- [WORK TASK] Reprint every entry, character for character.

- [Records from a collection]
using System.Diagnostics.CodeAnalysis;
using System.Runtime.CompilerServices;

namespace EvapMonitor.Core.Properties;

/// <summary>
/// Water and steam after IAPWS-IF97, "Revised Release on the IAPWS Industrial Formulation 1997", R7-97(2012): regions 1 (liquid), 2 (vapour) and 4
/// (saturation).
/// SI units throughout: Pa absolute, K, J/kg, m³/kg, J/(kg·K). Enthalpy and entropy are zero in the saturated liquid at the triple point.
/// No method allocates. Every method throws <see cref="ArgumentOutOfRangeException"/>, naming value, unit and bound, outside the range that it states.
/// </summary>
/// <remarks>
/// Uncertainty of the formulation (R7-97(2012), section 12; the figures from memory): saturation pressure 0.025 %; liquid volume up to 0.01 %;
/// vapour volume 0.05 %; heat capacity 0.2 to 0.3 %. Against plant instruments all of these are nothing.
/// The phase of a (p, T) state is the caller's word: both equations continue smoothly a little past the saturation line, which iterations need.
/// Further than <see cref="PhaseTolerance"/> past it the state is refused.
/// </remarks>
public static partial class Steam
{
    /// <summary>Specific gas constant of water, J/(kg·K): R7-97(2012), equation 1.</summary>
    public const double GasConstant = 461.526;

    /// <summary>Temperature at the critical point, K: R7-97(2012), equation 2.</summary>
    public const double CriticalTemperature = 647.096;

    /// <summary>Pressure at the critical point, Pa: R7-97(2012), equation 3.</summary>
    public const double CriticalPressure = 22.064e6;

    /// <summary>Lowest temperature of every equation here, K: 0 °C.</summary>
    public const double LowestTemperature = 273.15;

    /// <summary>Lowest pressure of the saturation line, Pa: equation 30 at 273.15 K.</summary>
    public const double LowestSaturationPressure = 611.212677;

    /// <summary>Highest temperature at which saturated liquid and vapour are those of regions 1 and 2, K.</summary>
    public const double HighestSaturatedStateTemperature = 623.15;

    /// <summary>Highest pressure at which saturated liquid and vapour are those of regions 1 and 2, Pa: equation 30 at 623.15 K.</summary>
    public const double HighestSaturatedStatePressure = 16.5291643e6;

    /// <summary>Highest temperature of region 2, K.</summary>
    public const double HighestVapourTemperature = 1073.15;

    /// <summary>Highest pressure of regions 1 and 2, Pa.</summary>
    public const double HighestPressure = 100e6;

    /// <summary>How far past the saturation line, K, a state still counts as the phase that the caller names (rounded down to whole kelvins).</summary>
    public const double PhaseTolerance = 20;

    /// <summary>Saturation temperature, K: equation 31.</summary>
    /// <param name="pressure">Pa, from <see cref="LowestSaturationPressure"/> to <see cref="CriticalPressure"/>.</param>
    public static double SaturationTemperature(double pressure)
    {
        if (!(pressure >= LowestSaturationPressure && pressure <= CriticalPressure))
            RefusePressure(pressure, LowestSaturationPressure, CriticalPressure, "saturation line");
        return Saturation.Temperature(pressure);
    }

    /// <summary>Saturation pressure, Pa: equation 30.</summary>
    /// <param name="temperature">K, from <see cref="LowestTemperature"/> to <see cref="CriticalTemperature"/>.</param>
    public static double SaturationPressure(double temperature)
    {
        if (!(temperature >= LowestTemperature && temperature <= CriticalTemperature))
            RefuseTemperature(temperature, LowestTemperature, CriticalTemperature, "saturation line");
        return Saturation.Pressure(temperature);
    }

    /// <summary>Slope of the saturation temperature, dT/dp in K/Pa: equation 29 differentiated.</summary>
    /// <param name="pressure">Pa, from <see cref="LowestSaturationPressure"/> to <see cref="CriticalPressure"/>.</param>
    public static double SaturationTemperatureSlope(double pressure)
    {
        if (!(pressure >= LowestSaturationPressure && pressure <= CriticalPressure))
            RefusePressure(pressure, LowestSaturationPressure, CriticalPressure, "saturation line");
        return Saturation.TemperatureSlope(pressure);
    }

    [DoesNotReturn, MethodImpl(MethodImplOptions.NoInlining)]
    private static void RefusePressure(double pressure, double lowest, double highest, string what) =>
        throw new ArgumentOutOfRangeException(nameof(pressure), pressure, FormattableString.Invariant(
            $"Pressure {pressure} Pa is outside the range of the {what}: {lowest} Pa to {highest} Pa (absolute)."));

    [DoesNotReturn, MethodImpl(MethodImplOptions.NoInlining)]
    private static void RefuseTemperature(double temperature, double lowest, double highest, string what) =>
        throw new ArgumentOutOfRangeException(nameof(temperature), temperature, FormattableString.Invariant(
            $"Temperature {temperature} K is outside the range of the {what}: {lowest} K to {highest} K."));
}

- [EXERCISE ANSWER]
using System.Diagnostics.CodeAnalysis;
using System.Runtime.CompilerServices;

namespace EvapMonitor.Core.Properties;

/// <summary>
/// Water and steam after IAPWS-IF97, "Revised Release on the IAPWS Industrial Formulation 1997", R7-97(2012): regions 1 (liquid), 2 (vapour) and 4
/// (saturation).
/// SI units throughout: Pa absolute, K, J/kg, m³/kg, J/(kg·K). Enthalpy and entropy are zero in the saturated liquid at the triple point.
/// No method allocates. Every method throws <see cref="ArgumentOutOfRangeException"/>, naming value, unit and bound, outside the range that it states.
/// </summary>
/// <remarks>
/// Uncertainty of the formulation (R7-97(2012), section 12; the figures from memory): saturation pressure 0.025 %; liquid volume up to 0.01 %;
/// vapour volume 0.05 %; heat capacity 0.2 to 0.3 %. Against plant instruments all of these are nothing.
/// The phase of a (p, T) state is the caller's word: both equations continue smoothly a little past the saturation line, which iterations need.
/// Further than <see cref="PhaseTolerance"/> past it the state is refused.
/// </remarks>
public static partial class Steam
{
    /// <summary>Specific gas constant of water, J/(kg·K): R7-97(2012), equation 1.</summary>
    public const double GasConstant = 461.526;

    /// <summary>Temperature at the critical point, K: R7-97(2012), equation 2.</summary>
    public const double CriticalTemperature = 647.096;

    /// <summary>Pressure at the critical point, Pa: R7-97(2012), equation 3.</summary>
    public const double CriticalPressure = 22.064e6;

    /// <summary>Lowest temperature of every equation here, K: 0 °C.</summary>
    public const double LowestTemperature = 273.15;

    /// <summary>Lowest pressure of the saturation line, Pa: equation 30 at 273.15 K.</summary>
    public const double LowestSaturationPressure = 611.212677;

    /// <summary>Highest temperature at which saturated liquid and vapour are those of regions 1 and 2, K.</summary>
    public const double HighestSaturatedStateTemperature = 623.15;

    /// <summary>Highest pressure at which saturated liquid and vapour are those of regions 1 and 2, Pa: equation 30 at 623.15 K.</summary>
    public const double HighestSaturatedStatePressure = 16.5291643e6;

    /// <summary>Highest temperature of region 2, K.</summary>
    public const double HighestVapourTemperature = 1073.15;

    /// <summary>Highest pressure of regions 1 and 2, Pa.</summary>
    public const double HighestPressure = 100e6;

    /// <summary>How far past the saturation line, K, a state still counts as the phase that the caller names (rounded down to whole kelvins).</summary>
    public const double PhaseTolerance = 20;

    /// <summary>Saturation temperature, K: equation 31.</summary>
    /// <param name="pressure">Pa, from <see cref="LowestSaturationPressure"/> to <see cref="CriticalPressure"/>.</param>
    public static double SaturationTemperature(double pressure)
    {
        if (!(pressure >= LowestSaturationPressure && pressure <= CriticalPressure))
            RefusePressure(pressure, LowestSaturationPressure, CriticalPressure, "saturation line");
        return Saturation.Temperature(pressure);
    }

    /// <summary>Saturation pressure, Pa: equation 30.</summary>
    /// <param name="temperature">K, from <see cref="LowestTemperature"/> to <see cref="CriticalTemperature"/>.</param>
    public static double SaturationPressure(double temperature)
    {
        if (!(temperature >= LowestTemperature && temperature <= CriticalTemperature))
            RefuseTemperature(temperature, LowestTemperature, CriticalTemperature, "saturation line");
        return Saturation.Pressure(temperature);
    }

    /// <summary>Slope of the saturation temperature, dT/dp in K/Pa: equation 29 differentiated.</summary>
    /// <param name="pressure">Pa, from <see cref="LowestSaturationPressure"/> to <see cref="CriticalPressure"/>.</param>
    public static double SaturationTemperatureSlope(double pressure)
    {
        if (!(pressure >= LowestSaturationPressure && pressure <= CriticalPressure))
            RefusePressure(pressure, LowestSaturationPressure, CriticalPressure, "saturation line");
        return Saturation.TemperatureSlope(pressure);
    }

    [DoesNotReturn, MethodImpl(MethodImplOptions.NoInlining)]
    private static void RefusePressure(double pressure, double lowest, double highest, string what) =>
        throw new ArgumentOutOfRangeException(nameof(pressure), pressure, FormattableString.Invariant(
            $"Pressure {pressure} Pa is outside the range of the {what}: {lowest} Pa to {highest} Pa (absolute)."));

    [DoesNotReturn, MethodImpl(MethodImplOptions.NoInlining)]
    private static void RefuseTemperature(double temperature, double lowest, double highest, string what) =>
        throw new ArgumentOutOfRangeException(nameof(temperature), temperature, FormattableString.Invariant(
            $"Temperature {temperature} K is outside the range of the {what}: {lowest} K to {highest} K."));
}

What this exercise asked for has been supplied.